Photo-Realism seems to be more of a technique than a type of content.  The paradox of it is that artists often use this technique to tweak or reposition aspects of perceived reality to make reality reveal more than reality itself normally does. So the choice of ‘Verisimilitude’ as the title for the current show is clever and ironic. The title of the show seems to buy into the concept that the artists are just approximating real things as well as they can.  However, each artist seems to be choosing and enhancing aspects of reality to convey a greater insight into the interface between perceived reality and inner experience.


Gina Minichino, for instance, does something interesting with the types of inexpensive, brand-name food and candy you see at and consume from the grocery store. She either portrays these products in their original consumer packaging or as ready to eat. From this contrast, we see that the packaging does not necessarily enhance our desire for the food: the need to preserve and sell the food requires a compromise. The Wonder Bread wrapper and the Tic Tac box are merely reassuring signifiers and do not engage you at the level of epicurean want that the food itself engages you at. Yet, the packaging seems to employ transparency and design in an almost titillating manner. 


You see glimpses of the product, through the wrapping, to get the juices flowing a little, but the design itself merely adds an element of visual attraction.

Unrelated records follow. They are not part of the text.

class TestSheetReach:
    def test_rows_are_timed_as_one_reach(self) -> None:
        """n 0.1 and 0.4 over 10 and 30 m, falling 1 m in all: one reach of 40 m, n 0.325, slope 0.025."""
        times = time(
            rows(
                regime=["sheet", "sheet"],
                from_m=[0.0, 10.0],
                to_m=[10.0, 40.0],
                top_elevation_m=[10.0, 9.9],
                bottom_elevation_m=[9.9, 9.0],
                roughness=[0.1, 0.4],
            )
        )
        whole = float(sheet_flow_time_h(40.0, 0.325, 91.44, 0.025))
        assert times.travel_time_h == pytest.approx([0.25 * whole, 0.75 * whole])
        assert times.velocity_mps == pytest.approx([40.0 / 3600.0 / whole] * 2)
        assert times.slope == pytest.approx([0.025, 0.025])
        assert times.roughness.tolist() == [0.1, 0.4]
        assert all("one reach" in text for text in times.basis)

    @given(st.lists(st.floats(1.0, 30.0), min_size=1, max_size=6), st.floats(0.01, 5.0))
    @settings(max_examples=40, deadline=None)
    def test_cutting_the_reach_changes_nothing(self, lengths: list[float], fall: float) -> None:
        to_m = np.cumsum(lengths)
        from_m = np.concatenate([[0.0], to_m[:-1]])
        times = time(
            rows(
                regime=["sheet"] * len(lengths),
                from_m=from_m,
                to_m=to_m,
                top_elevation_m=100.0 - fall * from_m / to_m[-1],
                bottom_elevation_m=100.0 - fall * to_m / to_m[-1],
                roughness=[0.24] * len(lengths),
            ),
            slope_floor=1e-9,
        )
        whole = sheet_flow_time_h(to_m[-1], 0.24, 91.44, fall / to_m[-1])
        assert times.travel_time_h.sum() == pytest.approx(float(whole), rel=1e-9)

    def test_a_given_slope_counts_with_its_length(self) -> None:
        times = time(rows(regime=["sheet", "sheet"], roughness=[0.2, 0.2], slope=[0.06, NAN]))
        assert times.slope == pytest.approx([0.06, 0.04])
        assert times.travel_time_h.sum() == pytest.approx(float(sheet_flow_time_h(200.0, 0.2, 91.44, 0.04)))

    def test_floor_holds_for_the_reach_not_for_its_rows(self) -> None:
        segments = rows(
            regime=["sheet", "sheet"], roughness=[0.2, 0.2], top_elevation_m=[1.0, 1.0], bottom_elevation_m=[1.0, 0.0]
        )
        assert not time(segments).floored.any()
        assert time(segments, slope_floor=0.01).floored.tolist() == [True, True]
        assert time(segments, slope_floor=0.01).slope.tolist() == [0.01, 0.01]

    def test_roughness_of_the_cover_fills_in(self) -> None:
        times = time(rows(regime=["sheet", "sheet"], roughness=[0.1, NAN], sheet_n=[0.8, 0.3]))
        assert times.roughness.tolist() == [0.1, 0.3]

    def test_two_year_depth_by_outlet(self) -> None:
        times = time(
            rows(regime=["sheet", "sheet"], roughness=[0.2, 0.2], outlet=[0, 2]), two_year_depth_mm=[50.0, NAN, 200.0]
        )
        assert times.travel_time_h[0] / times.travel_time_h[1] == pytest.approx(2.0)  # root of 4
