def _outlet_rows(
    inputs: Inputs,
    grid: Grid,
    ids: NDArray[Any],
    snapped: Snapped,
    measures: Mapping[str, NDArray[Any]],
    open_water_pct: NDArray[np.float64],
    depths: Mapping[str, NDArray[np.float64]],
    fine: NDArray[np.bool_],
) -> dict[str, Any]:
    """Return the columns of outlets.csv that the terrain half knows, by inside name or stem."""
    from pyproj import Transformer

    to_degrees = Transformer.from_crs(grid.crs, "EPSG:4326", always_xy=True)
    # As lists: of an array of one, pyproj makes a plain number.
    longitude, latitude = map(np.array, to_degrees.transform(snapped.x.tolist(), snapped.y.tolist()))
    project, points = inputs.project, inputs.points
    downstream = measures["downstream_outlet"]
    columns: dict[str, Any] = {
        "outlet_id": ids,
        "name": np.array(points.names, dtype=object),
        "downstream_outlet_id": np.where(downstream >= 0, ids[downstream], ""),
        "x": snapped.x,
        "y": snapped.y,
        "longitude": longitude,
        "latitude": latitude,
        "snap_m": snapped.snap_m,
        "open_water_pct": open_water_pct,
        **{name: measures[name] for name in _MEASURED},
    }
    for stem in ("curve_number", "tc_h"):
        if stem in inputs.overrides:
            columns[stem] = inputs.overrides[stem]
    for period in project.storm.periods:
        supplied = inputs.overrides.get(f"depth_{period}yr", np.full(len(ids), np.nan))
        depth = depths[period] if period in depths else np.full(len(ids), project.storm.depths[period])
        columns[f"depth_{period}yr_mm"] = np.where(np.isnan(supplied), depth, supplied)
    optional = {
        "areal_factor": project.storm.areal_reduction != "none",
        "critical_duration_h": project.storm.critical_duration,
        "translation_peak_rate_factor": True,
    }
    columns |= {name: None for name, wanted in optional.items() if wanted}
    if project.outlets.capacity is not None:
        columns["capacity_m3s"] = inputs.capacity_m3s
        columns["exceeded_at_yr"] = None
    if project.outlets.capacity_basis is not None:
        columns["capacity_basis"] = np.array(points.texts(project.outlets.capacity_basis), dtype=object)
    terrain = project.terrain
    if terrain.sinks or terrain.barriers or "sink" in (terrain.flow_direction_codes or {}).values():
        columns["sink_area_km2"] = measures["sink_area_km2"]
    known = {"outlet_id", "name", "capacity_m3s", "capacity_basis"}
    for name, values in columns.items():
        if values is not None and name not in known:
            columns[name] = values.astype(object)
            columns[name][~fine] = None
    return columns


_MEASURED = (
    "area_km2", "centroid_length_m", "path_length_m", "path_length_raw_m", "relief_m", "basin_slope_pct",
    "path_slope_pct", "path_slope_1085_pct", "mean_elevation_m", "drainage_density_per_km", "reach_length_m",
    "reach_fall_m", "reach_area_km2", "tc_longest_in_time_h",
)  # fmt: skip


def _of_fine(columns: Mapping[str, NDArray[Any]], ids: NDArray[Any], fine: NDArray[np.bool_]) -> dict[str, Any]:
    """Return the rows of the outlets that did not fail, with their ids."""
    outlet = columns["outlet"]
    rows = fine[outlet]
    return {"outlet_id": ids[outlet[rows]], **{k: v[rows] for k, v in columns.items() if k != "outlet"}}


def _as_frame(table: Table, columns: Mapping[str, Any], project: Project) -> pd.DataFrame:
    """Return a table as it would be read from its file, in the units of the project; what is not known is empty."""
    import pandas as pd

    system, periods = project.project.units, project.storm.periods
    optional = [column.stem for column in table.columns if column.optional and column.name("si") in columns]
    inside = {entry.name: entry for entry in table.fields("si", periods, optional)}
    count = len(columns["outlet_id"])
    shown: dict[str, Any] = {}
    for entry, name in zip(table.fields(system, periods, optional), inside, strict=True):
        values = columns.get(name)
        if entry.column.type == "number":
            numbers = np.full(count, np.nan) if values is None else np.asarray(values, dtype=np.float64) / entry.factor
            shown[entry.name] = np.round(numbers / QUANTUM) * QUANTUM if entry.stem in _ALONG_PATH else numbers
        elif entry.column.type == "integer" and values is not None:
            shown[entry.name] = np.asarray(values, dtype=np.int64)
        else:
            shown[entry.name] = np.array([""] * count if values is None else texts(values), dtype=object)
    return pd.DataFrame(shown)


_ALONG_PATH = ("from", "to", "path_length", "path_length_raw")


def keep_columns(draft: Draft, name: str, columns: dict[str, NDArray[Any]]) -> None:
    """Keep columns in the store under a name."""
    for stem, values in columns.items():
        draft.array(f"{name}.{stem}", np.asarray(values))
    draft.values(name, list(columns))


def kept_columns(entry: Entry, name: str) -> dict[str, NDArray[Any]]:
    """Read columns that a stage kept under a name."""
    return {stem: entry.array(f"{name}.{stem}") for stem in entry.values(name)}
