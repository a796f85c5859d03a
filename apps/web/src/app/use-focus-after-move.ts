import { useEffect, useRef } from 'react';
import { useLocation } from 'react-router-dom';

/** After each move the new place's title takes the focus, so that it is read out and Tab begins there. */
export function useFocusAfterMove() {
  const { pathname } = useLocation();
  const last = useRef(pathname);
  useEffect(() => {
    if (last.current === pathname) return;
    last.current = pathname;
    focusTitle();
  }, [pathname]);
}

/** For a page that becomes another at the same address. */
export function focusTitle(): void {
  const title = document.querySelector<HTMLElement>('main h1') ?? document.getElementById('main');
  title?.focus({ preventScroll: true });
}
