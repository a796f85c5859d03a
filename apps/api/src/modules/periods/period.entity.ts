import { Entity, PrimaryKey, Property } from '@mikro-orm/core';
import { JsonText } from '../../db/columns/json-text.ts';

/** A locked period, with the totals it was locked at. */
@Entity({ tableName: 'period' })
export class Period {
  @PrimaryKey({ type: 'integer', columnType: 'integer' })
  id!: number;

  @Property({ type: 'text', columnType: 'text' })
  fromDay!: string;

  @Property({ type: 'text', columnType: 'text' })
  toDay!: string;

  @Property({ type: JsonText })
  totals!: unknown;

  @Property({ type: 'text', columnType: 'text' })
  lockedAt!: string;

  @Property({ type: 'text', columnType: 'text' })
  lockedBy!: string;
}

Minichino captures how the advertising folks are trying to catch the eye and the gut at the same time.  In “Kiss”, however, we see a Hersey’s kiss stripped bare of its wrapper and engaging the viewer in a way that one might almost say pornography engages one. This chocolate looks extra succulent. And, am I crazy, or is this ‘kiss’ beginning to look more and more like a stylized clitoris in a stylized vagina? If I took a Rorschach test I’d probably be committed to an institution.

In any case, this is candy ‘stripped bare by her bachelors, even’.  It is painted as an object of desire and like pornography the goal is to stimulate a craving as a hedonistically pleasant emotional response. Yet, Minichino also reveals desire as being composed of the painful and pleasurable at the same time.  We anticipate the pleasure of consuming while feeling pangs that require some type of effort toward fulfilment when looking at this creamy dark chocolate. Don’t worry, the gallery has a bowl of kisses waiting for you so that you don’t go nuts looking at this stuff.


Mary Ellen Johnson helps further explore what exactly the components of our sense of ‘desire’ are, in her food paintings.  In Berries and Cake we see an object of desire comprised of three distinct elements. We are attracted by the memory of the discrete tastes of the syrupy chocolate, berries and cake itself, and the cumulative delight of combining these tastes in an infinite number of combinations.  Yet again desire is revealed as beginning with pleasurable memories and sensations which morph into a painful goading to possess and consume.  I see the cake, remember the tastes of the components and suddenly I am whipped and goaded by something to get that object.


Turning away from food, Arthur Miller brought back some pleasant memories with his various depictions of movie and entertainment posters of days gone by.  When I grew up in Chicago there was a weekly TV show called Creature Features, during which famous old horror films were shown.  Here those folks from the Universal Studios were – especially Bela Lugosi and Boris Karlov.  Just seeing these guys made me smile and evoked so many memories from my youth, when I was able to vicariously live through hellish horrors in the comfort and safety of my parents’ bungalow, instead of enduring my contemporary hellish horrors of Queens roommates and other assorted NYC terrors.  So we have super-realistic depictions of these famous monsters of Hollywood – why?  These monsters were allegorical figures presented to the masses. By depicting them Miller shows how, perhaps, mass media dilutes meaningful content in its desire to entertain and profit.  The vampire was a potent symbol of oppression and spiritual depravity for generations, but now I smile when I see Bela Lugosi.  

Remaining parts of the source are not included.